Yes - Ork vehicles are usually gone by the time you'd get into range to flame them, and Dark Eldar vehicles will probably die from anything stronger than a Flamer (although even a Flamer will do a lot of damage to the embarked unit unless it's Incubi or Grotesques), so it's only really Necrons affected.


----------



## venomlust (Feb 9, 2010)

The Decimator is going to kick extra ass now. The "Smash" rule on the Decimator's Siege Claw has a rule that you inflict D6 hits per heavy flamer (can have 2) to an occupied transport if you deal a pen. Can effectively incinerate all the occupants of a transport before they can get out, and without fully destroying the transport itself. S8 AP2, not a bad chance at getting that pen.

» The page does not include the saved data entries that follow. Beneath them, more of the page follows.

package dev.heed.spark;

/**
 * The softmax-weighted sum of part of one target's row, per head, as a state that merges exactly
 * with the state of another part: the running maximum m, the sum of exponentials s = Σ exp(e_j − m)
 * and the weighted sum a = Σ exp(e_j − m)·v_j (the online normaliser of Milakov and Gimelshein,
 * "Online normalizer calculation for softmax", 2018, extended to the weighted sum). Two states
 * merge as m = max(m1, m2), s = s1·exp(m1 − m) + s2·exp(m2 − m), likewise for a; the row's
 * attention output is a / s. Held in float64, so the merge order changes only the last bits.
 *
 * <p>Not thread-safe: one state per row part.
 */
final class PartialSoftmax {

  private final int heads;
  private final int width;
  private final double[] state; // per head: m, s, then width sums

  PartialSoftmax(int heads, int width) {
    this.heads = heads;
    this.width = width;
    this.state = new double[heads * (2 + width)];
    for (int h = 0; h < heads; h++) {
      state[h * (2 + width)] = Double.NEGATIVE_INFINITY;
    }
  }

  private PartialSoftmax(int heads, int width, double[] state) {
    this.heads = heads;
    this.width = width;
    this.state = state;
  }

  /** Folds one entry of head {@code h} in: its score and its value row at {@code value[off..]}. */
  void add(int h, double score, float[] value, int off) {
    int base = h * (2 + width);
    double m = state[base];
    double p;
    if (score > m) {
      double c = Math.exp(m - score); // 0 for the first entry (m = −∞)
      scale(base, c);
      state[base] = score;
      p = 1;
    } else {
      p = Math.exp(score - m);
    }
    state[base + 1] += p;
    for (int k = 0; k < width; k++) {
      state[base + 2 + k] += p * value[off + k];
    }
  }

  /** Merges another part of the same row into this one. */
  void merge(PartialSoftmax other) {
    assert other.heads == heads && other.width == width;
    for (int h = 0; h < heads; h++) {
      int base = h * (2 + width);
      double mo = other.state[base];
      if (other.state[base + 1] == 0) {
        continue; // an empty part
      }
      double m = state[base];
      if (mo > m) {
        scale(base, Math.exp(m - mo));
        state[base] = mo;
        m = mo;
      }
      double c = Math.exp(mo - m);
      state[base + 1] += c * other.state[base + 1];
      for (int k = 0; k < width; k++) {
        state[base + 2 + k] += c * other.state[base + 2 + k];
      }
    }
  }

  private void scale(int base, double c) {
    state[base + 1] *= c;
    for (int k = 0; k < width; k++) {
      state[base + 2 + k] *= c;
    }
  }

  /**
   * Writes a / s per head (heads × width floats, zeros for a head without entries) at {@code off}.
   */
  void result(float[] out, int off) {
    for (int h = 0; h < heads; h++) {
      int base = h * (2 + width);
      double s = state[base + 1];
      for (int k = 0; k < width; k++) {
        out[off + h * width + k] = s == 0 ? 0f : (float) (state[base + 2 + k] / s);
      }
    }
  }

  /**
   * Returns the attention weight α of an entry of head {@code h} with this score, once every part
   * of the row has been merged in: exp(score − m) / s.
   */
  double weight(int h, double score) {
    int base = h * (2 + width);
    return Math.exp(score - state[base]) / state[base + 1];
  }

  byte[] toBytes() {
    return FloatBytes.ofDoubles(state);
  }

  static PartialSoftmax fromBytes(int heads, int width, byte[] bytes) {
    double[] s = FloatBytes.doubles(bytes);
    if (s.length != heads * (2 + width)) {
      throw new IllegalStateException(
          "a partial row state holds " + s.length + " values, expected " + heads * (2 + width));
    }
    return new PartialSoftmax(heads, width, s);
  }
}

Open-topped OR a fire point. Cool. Can roast marines and guardsmen inside of their transports. Not a Land Raider, but that is a pretty secure vehicle without fire points.

*edit* 

Ooops, I guess fire points only on the buildings. Oh well. Not as good, but still good against the armies mentioned above.


----------



## falcoso (Apr 7, 2012)

MidnightSun said:


> No longer can they sit in a Ghost Ark and laugh at people firing off a silly amount of Gauss shots while presenting an AV13 4HP chassis at people.


Aww I'm going to have to hid behind it then  to be fair vehicles got tougher so I guess this brings things back down again, but most open-top vehicles are fairly weak apart from the ghost ark, but then if you kill any guys inside you can get them back anyway. D6 hits isn't *that* much may cause problems from heavy flamers but I haven't seen many of those except on dreadnoughts, and if youa re in flamer range with an infatry unit then I ask how you survived 30 gauss shots..... But yes I can't hide from baleflamers anymore  .... but then they are hull mounted so yay!!!!!


----------



## MidnightSun (Feb 10, 2009)

Yeah, it's a fair cop - destroying Ghost Arks is going to be the devil's job now, so being able to hurt the dudes inside with a niche gun that your opponent may or may not have is pretty forgivable.

Gonna have to try me some Interceptors with Incinerators, I've always wanted to :victory:


----------



## DeathGlam (Apr 17, 2014)

My gaming group must be way too casual or not bringing enough anti-vehicle guns, as we do struggle when our regular Ork player brings Evil Sunz as the core force, from his major Ork army.

So this change is a plus for us at least.


----------